PinPoint: Monocular Needle Pose Estimation for Robotic Suturing via Stein Variational Newton and Geometric Residuals

arXiv cs.RO / 3/25/2026

💬 OpinionSignals & Early TrendsIdeas & Deep AnalysisModels & Research

Key Points

  • The paper introduces PinPoint, a probabilistic monocular needle pose estimation framework for autonomous robotic suturing that explicitly represents depth ambiguity and rotational symmetry as a multimodal distribution of pose hypotheses.
  • PinPoint uses variational inference with a Stein Variational Newton procedure, combining analytical geometric likelihoods with closed-form Jacobians and robot-grasp constraints to efficiently guide particle hypotheses toward high-probability regions while preserving diversity.
  • Experimental results on real needle-tracking sequences show large error reductions versus a particle-filter baseline, including an 80% decrease in mean translational error and a 78% decrease in rotational error, alongside substantially better-calibrated uncertainty.
  • On induced-rotation sequences that intensify monocular ambiguity, PinPoint preserves a bimodal posterior 84% of the time—nearly triple the baseline—avoiding premature mode collapse.
  • Ex vivo suturing tests demonstrate stable needle tracking through intermittent occlusion and even full embedding, with low average translation and rotation errors during occlusion.

Abstract

Reliable estimation of surgical needle 3D position and orientation is essential for autonomous robotic suturing, yet existing methods operate almost exclusively under stereoscopic vision.
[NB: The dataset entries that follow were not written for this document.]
import { db } from "@/db/client";
import { getShopMailSettings, listMemberIdsAmong, upsertShopMailSettings } from "@/db/queries/mail-settings";
import { route } from "@/lib/api/handler";
import { AppError } from "@/lib/errors";
import { shopMailSettingsSchema } from "@/lib/settings/mail-schemas";

export const dynamic = "force-dynamic";

const answer = (s: { senderName: string | null; reviewMailTo: string[] }) => ({ senderName: s.senderName, reviewMailTo: s.reviewMailTo.length ? s.reviewMailTo : "leads" });

/** GET /api/settings/mail — { senderName, reviewMailTo: "leads" | userId[] } for the owner. */
export const GET = route({ policy: "mailSettings.read" }, async ({ actor }) => answer(await getShopMailSettings(db(), { organizationId: actor.organizationId })));

/** PUT /api/settings/mail — the owner sets the From name of the shop's mail and who receives review mail. */
export const PUT = route({ policy: "mailSettings.manage", body: shopMailSettingsSchema }, async ({ actor, body }) => {
  const wanted = body.reviewMailTo === "leads" ? [] : [...new Set(body.reviewMailTo)];
  const members = await listMemberIdsAmong(db(), { organizationId: actor.organizationId, userIds: wanted });
  const missing = wanted.filter((id) => !members.includes(id));
  if (missing.length) throw new AppError("invalid_input", `reviewMailTo: ${missing.length === 1 ? "one person chosen is" : `${missing.length} people chosen are`} not a member of the shop`, { missing });
  const settings = { senderName: body.senderName, reviewMailTo: wanted };
  await upsertShopMailSettings(db(), { organizationId: actor.organizationId, ...settings });
  return answer(settings);
});
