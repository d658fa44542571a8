/**
 * One polling loop over one queue: fetch a batch (pg-boss hands each job to one fetcher: SELECT …
 * FOR UPDATE SKIP LOCKED), run each job, complete it or fail it back for a retry, and go again at
 * once while there is work, else after the polling interval.
 *
 * Our own loop rather than pg-boss's work(), for one reason: background work that can wait is not
 * fetched at all while this process is serving uploads (`mayFetch`), so it stays in the queue for
 * an idle server or a worker to take, instead of being held here. A job still running when the
 * loop is stopped and its time is up is failed back to the queue by the runner (lib/jobs/runner.ts).
 */
import type PgBoss from "pg-boss";
import { log } from "@/lib/log";
import type { JobContext, WorkerSpec } from "./runner";

export interface FetchLoop {
  /** Resolves when the loop has stopped (after its job in flight, if any). */
  done: Promise<void>;
  /** Jobs being run right now. */
  inFlight: Map<string, string>;
}

const sleep = (ms: number, stopping: () => boolean) =>
  new Promise<void>((resolve) => {
    const started = Date.now();
    const tick = () => (stopping() || Date.now() - started >= ms ? resolve() : setTimeout(tick, Math.min(50, ms)));
    tick();
  });

export function startFetchLoop<T extends object>(boss: PgBoss, spec: WorkerSpec<T>, ctx: JobContext, mayFetch: () => boolean): FetchLoop {
  const inFlight = new Map<string, string>();
  const pollMs = (spec.pollingIntervalSeconds ?? 1) * 1000;
  const batchSize = spec.batchSize ?? 1;
  const done = (async () => {
    while (!ctx.stopping()) {
      if (!mayFetch()) {
        await sleep(50, ctx.stopping);
        continue;
      }
      // pg-boss's fetch answers [] when the database cannot be reached; the loop just tries again.
      const jobs = await boss.fetch<T>(spec.queue, { batchSize, includeMetadata: true });
      if (!jobs.length) {
        await sleep(pollMs, ctx.stopping);
        continue;
      }
      let next = 0;
      for (; next < jobs.length && !ctx.stopping(); next++) {
        const job = jobs[next];
        inFlight.set(job.id, spec.queue);
        try {
          await spec.run(job, ctx);
          inFlight.delete(job.id);
          await boss.complete(spec.queue, job.id).catch(() => undefined); // if lost, the job expires and its retry finds the work done
        } catch (err) {
          inFlight.delete(job.id);
          log.warn("job failed; pg-boss retries it", { queue: spec.queue, jobId: job.id, retryCount: job.retryCount, error: String(err).slice(0, 300) });
          await boss.fail(spec.queue, job.id, { message: String(err).slice(0, 500) }).catch(() => undefined);
        }
      }
      // Jobs fetched but not started because the loop is stopping go straight back.
      for (const job of jobs.slice(next)) await boss.fail(spec.queue, job.id, { message: "the runner stopped before this job started" }).catch(() => undefined);
      if (jobs.length < batchSize) await sleep(pollMs, ctx.stopping);
    }
  })();
  return { done, inFlight };
}
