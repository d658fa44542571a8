/**
 * The job runner inside `next start` (called from instrumentation.ts).
 *
 * Stopping: Next.js answers SIGTERM/SIGINT by closing its HTTP server, waiting for requests in
 * flight, then calling process.exit. We stop the runner on the same signal (no new jobs; jobs in
 * flight finish, or go back to the queue) and hold that exit until it is done, for at most
 * STOP_TIMEOUT_MS plus a margin, so a restart never leaves a job stuck as active.
 */
import { env } from "@/lib/env";
import { log } from "@/lib/log";
import { startJobs } from "./workers";

/** Jobs in flight get this long to finish when the server stops (inside the 30 s drain platforms allow). */
const STOP_TIMEOUT_MS = 15_000;

export async function startJobsInApp(): Promise<void> {
  if (env().JOBS_IN_APP === "off") {
    log.info("background jobs are left to a separate worker (JOBS_IN_APP=off)");
    return;
  }
  // Starting must not hold the server back (nor fail it) while the database is away: the runner
  // keeps trying, and uploads answer 503 meanwhile as they would anyway.
  const starting = startWithRetries();
  let stopped: Promise<void> | null = null;
  const onSignal = () => {
    stopped ??= starting.then((r) => r?.stop({ timeoutMs: STOP_TIMEOUT_MS })).catch((err) => log.error("job runner did not stop cleanly", { err: String(err) }));
    holdExitUntil(stopped, STOP_TIMEOUT_MS + 5_000);
  };
  process.once("SIGTERM", onSignal);
  process.once("SIGINT", onSignal);
}

async function startWithRetries() {
  for (let attempt = 1; ; attempt++) {
    try {
      return await startJobs("app");
    } catch (err) {
      log.warn("job runner not started yet; trying again", { attempt, err: String(err).slice(0, 300) });
      await new Promise((r) => setTimeout(r, Math.min(30_000, 1000 * attempt)));
    }
  }
}

/** Make process.exit wait for `done` (at most `limitMs`), then exit with the code Next.js asked for. */
function holdExitUntil(done: Promise<unknown>, limitMs: number): void {
  const exit = process.exit.bind(process);
  let exiting = false;
  process.exit = ((code?: number) => {
    if (exiting) return undefined as never;
    exiting = true;
    const limit = new Promise((r) => setTimeout(r, limitMs).unref());
    void Promise.race([done, limit]).finally(() => exit(code));
    return undefined as never;
  }) as typeof process.exit;
}
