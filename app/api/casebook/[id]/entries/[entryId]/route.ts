import { db } from "@/db/client";
import { route } from "@/lib/api/handler";
import { entryParams, entryUpdateSchema } from "@/lib/casebook/schemas";
import { removeEntry, updateEntry } from "@/lib/casebook/service";

export const dynamic = "force-dynamic";

/** PATCH /api/casebook/:id/entries/:entryId — title, notes, order (trainers). */
export const PATCH = route({ policy: "casebook.curate", params: entryParams, body: entryUpdateSchema }, async ({ actor, params, body }) => ({
  entry: await updateEntry(db(), actor, params.id, params.entryId, body),
}));

/** DELETE /api/casebook/:id/entries/:entryId (trainers). */
export const DELETE = route({ policy: "casebook.curate", params: entryParams }, async ({ actor, params }) => removeEntry(db(), actor, params.id, params.entryId));
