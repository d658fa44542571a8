/**
 * A followed background task as the page sees it (GET /api/tasks/:id): what it is doing, how far
 * it got, the test it made or why it failed. Never its input (that holds the upload's metadata).
 */
import type { Db } from "@/db/client";
import { getTaskById, type TaskRow } from "@/db/queries/tasks";
import type { Actor } from "@/lib/api/handler";
import { AppError } from "@/lib/errors";
import { can } from "@/lib/permissions";

export interface TaskDto {
  id: string;
  kind: TaskRow["kind"];
  state: TaskRow["state"];
  stage: TaskRow["stage"];
  total: number;
  done: number;
  failedItems: number;
  testId: string | null;
  error: string | null;
  errorDetails: Record<string, unknown> | null;
  createdAt: string;
  updatedAt: string;
  finishedAt: string | null;
}

export function taskDto(t: TaskRow): TaskDto {
  return {
    id: t.id,
    kind: t.kind,
    state: t.state,
    stage: t.stage,
    total: t.total,
    done: t.done,
    failedItems: t.failedItems,
    testId: t.testId,
    error: t.error,
    errorDetails: (t.errorDetails as Record<string, unknown> | null) ?? null,
    createdAt: t.createdAt.toISOString(),
    updatedAt: t.updatedAt.toISOString(),
    finishedAt: t.finishedAt?.toISOString() ?? null,
  };
}

/** The task, for the member who started it or one who sees every test of the shop; 404 otherwise. */
export async function requireVisibleTask(db: Db, actor: Actor, taskId: string): Promise<TaskRow> {
  const task = await getTaskById(db, { organizationId: actor.organizationId, taskId });
  if (!task || (task.requestedById !== actor.userId && !can(actor.role, "tests.read_all"))) throw new AppError("not_found", "No such task.");
  return task;
}
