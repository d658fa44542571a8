/**
 * The job queue: pg-boss (a PostgreSQL-backed queue) in the database Riseline already has, in its
 * own schema (JOBS_SCHEMA, default "pgboss"), which pg-boss creates and migrates itself.
 *
 * pg-boss runs its SQL through our own pool (db/client.ts) rather than a second pool per process,
 * and a job can be sent through a transaction's connection (`executorOf(tx)`), so a change and
 * the job that follows it commit together or not at all.
 *
 *  - `jobSender()`: an instance that is never started (no timers, no polling): it only writes jobs.
 *  - `ensureJobStore()`: once per process, make sure the schema and our queues exist (idempotent;
 *    `npm run db:migrate` and every job runner do it too). Sending into a queue that does not
 *    exist would silently insert nothing, so `sendJob` refuses to go on without it.
 *  - lib/jobs/runner.ts starts the instance that polls, schedules and maintains.
 */
import PgBoss from "pg-boss";
import type { Pool } from "pg";
import { db, type Database, type Db } from "@/db/client";
import { env } from "@/lib/env";
import { QUEUES, type QueueName } from "./queues";

/** pg-boss's SQL on our pool (drizzle keeps the pool it was made with as `$client`). */
export function poolExecutor(): PgBoss.Db {
  return { executeSql: (text: string, values: unknown[]) => (db() as Database & { $client: Pool }).$client.query(text, values) };
}

/**
 * pg-boss's SQL on the caller's own connection, so a job sent here takes part in the caller's
 * transaction (or runs on the pool for `db()`). pg-boss's statements use one `$n` in several
 * places with different casts, which PostgreSQL types from its first use; so they go to the pg
 * client as they are (drizzle's session keeps that client), not rebuilt as a drizzle statement.
 */
export function executorOf(conn: Db): PgBoss.Db {
  const client = (conn as unknown as { session?: { client?: Pick<Pool, "query"> } }).session?.client;
  if (!client || typeof client.query !== "function") throw new Error("job queue: no PostgreSQL client behind this connection");
  return { executeSql: (text: string, values: unknown[]) => client.query(text, values) };
}

/** Options every instance shares: our pool, our schema. */
export function bossOptions(): PgBoss.ConstructorOptions {
  return { db: poolExecutor(), schema: env().JOBS_SCHEMA };
}

const g = globalThis as unknown as { rlJobSender?: PgBoss; rlJobStore?: Promise<void> };

/** The process's sending-only instance (never started: it writes jobs and reads them, nothing else). */
export function jobSender(): PgBoss {
  if (!g.rlJobSender) {
    g.rlJobSender = new PgBoss({ ...bossOptions(), supervise: false, schedule: false, migrate: false });
    g.rlJobSender.on("error", () => undefined); // a never-started instance emits nothing; a listener keeps it that way
  }
  return g.rlJobSender;
}

/** Create or migrate the queue's schema and our queues (idempotent; safe from several processes at once). */
export async function installJobStore(): Promise<void> {
  const installer = new PgBoss({ ...bossOptions(), supervise: false, schedule: false, migrate: true });
  installer.on("error", () => undefined);
  await installer.start();
  // A dead-letter queue first: a queue names its dead letter by foreign key.
  const specs = Object.values(QUEUES).sort((a, b) => Number("deadLetter" in a.options) - Number("deadLetter" in b.options));
  for (const q of specs) await installer.createQueue(q.name, { name: q.name, ...q.options });
  await installer.stop({ graceful: false, close: false });
}

/** installJobStore once per process; a failure is not remembered, so the next call tries again. */
export function ensureJobStore(): Promise<void> {
  g.rlJobStore ??= installJobStore().catch((err) => {
    g.rlJobStore = undefined;
    throw err;
  });
  return g.rlJobStore;
}

/**
 * Send one job, in the caller's transaction when `conn` is one. Throws if the job was not written
 * (the queue missing), so the caller's change rolls back rather than lose its follow-up.
 */
export async function sendJob(conn: Db, queue: QueueName, data: object, options: PgBoss.SendOptions = {}): Promise<string> {
  await ensureJobStore();
  const id = await jobSender().send(queue, data, { ...options, db: executorOf(conn) });
  if (!id) throw new Error(`job not queued: queue "${queue}" is missing from schema ${env().JOBS_SCHEMA}`);
  return id;
}
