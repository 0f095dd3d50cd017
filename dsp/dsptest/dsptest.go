// Package dsptest holds signals of known answer for testing the dsp package
// and its users: multi-tone and time-multiplexed coil voltages with stated
// amplitudes and phases, and support-plate signals built from the demo
// signal model.
//
// Conventions are those of package dsp: a tone of amplitude A and phase θ is
// v(t) = A cos(2πf(t−t0) + θ), t0 being the first sample, and demodulates to
// A e^{jθ}.
package dsptest

import (
	"math"
	"math/rand/v2"
)

// Tone is one excitation component.
type Tone struct {
	FreqHz     float64
	AmplitudeV float64
	PhaseRad   float64
}

// Phasor returns A e^{jθ}, the value a correct lock-in gives for t.
func (t Tone) Phasor() complex128 {
	s, c := math.Sincos(t.PhaseRad)
	return complex(t.AmplitudeV*c, t.AmplitudeV*s)
}

// MultiTone returns n samples at sampleRateHz of Σ A_k cos(2πf_k i/fs + θ_k).
func MultiTone(n int, sampleRateHz float64, tones []Tone) []float64 {
	v := make([]float64, n)
	for _, t := range tones {
		w := 2 * math.Pi * t.FreqHz / sampleRateHz
		for i := range v {
			v[i] += t.AmplitudeV * math.Cos(w*float64(i)+t.PhaseRad)
		}
	}
	return v
}

// Multiplexed returns n samples at sampleRateHz of a time-multiplexed
// excitation: during slot k (from k·slotS to (k+1)·slotS seconds) only tone
// k mod len(tones) is present, with its phase continuous in absolute time,
// A cos(2πf t + θ).
func Multiplexed(n int, sampleRateHz, slotS float64, tones []Tone) []float64 {
	v := make([]float64, n)
	for i := range v {
		t := float64(i) / sampleRateHz
		k := int(math.Floor(t/slotS)) % len(tones)
		tn := tones[k]
		v[i] = tn.AmplitudeV * math.Cos(2*math.Pi*tn.FreqHz*t+tn.PhaseRad)
	}
	return v
}

// Gaussian returns exp(−(x/w)²/2).
func Gaussian(x, widthM float64) float64 { return math.Exp(-0.5 * (x / widthM) * (x / widthM)) }

// Differential returns the differential coil response to a localised
// feature at z0 seen by two coils spaced spacingM apart (FIELD.md §8 demo
// signal model): amp·[g(z−z0−d/2) − g(z−z0+d/2)] with g a Gaussian of width
// widthM.
func Differential(posM []float64, z0, spacingM, widthM float64, amp complex128) []complex128 {
	out := make([]complex128, len(posM))
	for i, z := range posM {
		g := Gaussian(z-z0-spacingM/2, widthM) - Gaussian(z-z0+spacingM/2, widthM)
		out[i] = amp * complex(g, 0)
	}
	return out
}

// AddNoise adds independent Gaussian noise of standard deviation sigmaV to
// X and Y of every sample of z, in place, drawing from rnd.
func AddNoise(z []complex128, sigmaV float64, rnd *rand.Rand) {
	for i := range z {
		z[i] += complex(sigmaV*rnd.NormFloat64(), sigmaV*rnd.NormFloat64())
	}
}

// Vpp returns the peak-to-peak amplitude of z: the largest distance between
// any two samples (O(n²); for test-sized signals).
func Vpp(z []complex128) float64 {
	var m float64
	for i := range z {
		for j := i + 1; j < len(z); j++ {
			d := z[i] - z[j]
			m = math.Max(m, math.Hypot(real(d), imag(d)))
		}
	}
	return m
}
In monocular endoscopic settings, common in transendoscopic and intraluminal procedures, depth ambiguity and rotational symmetry render needle pose estimation inherently ill-posed, producing a multimodal distribution over feasible configurations, rather than a single, well-grounded estimate. We present PinPoint, a probabilistic variational inference framework that treats this ambiguity directly, maintaining a distribution of pose hypotheses rather than suppressing it. PinPoint combines monocular image observations with robot-grasp constraints through analytical geometric likelihoods with closed-form Jacobians. This framework enables efficient Gauss-Newton preconditioning in a Stein Variational Newton inference, where second-order particle transport deterministically moves particles toward high-probability regions while kernel-based repulsion preserves diversity in the multimodal structure. On real needle-tracking sequences, PinPoint reduces mean translational error by 80% (down to 1.00 mm) and rotational error by 78% (down to 13.80{\deg}) relative to a particle-filter baseline, with substantially better-calibrated uncertainty. On induced-rotation sequences, where monocular ambiguity is most severe, PinPoint maintains a bimodal posterior 84% of the time, almost three times the rate of the particle filter baseline, correctly preserving the alternative hypothesis rather than committing prematurely to one mode. Suturing experiments in ex vivo tissue demonstrate stable tracking through intermittent occlusion, with average errors during occlusion of 1.34 mm in translation and 19.18{\deg} in rotation, even when the needle is fully embedded.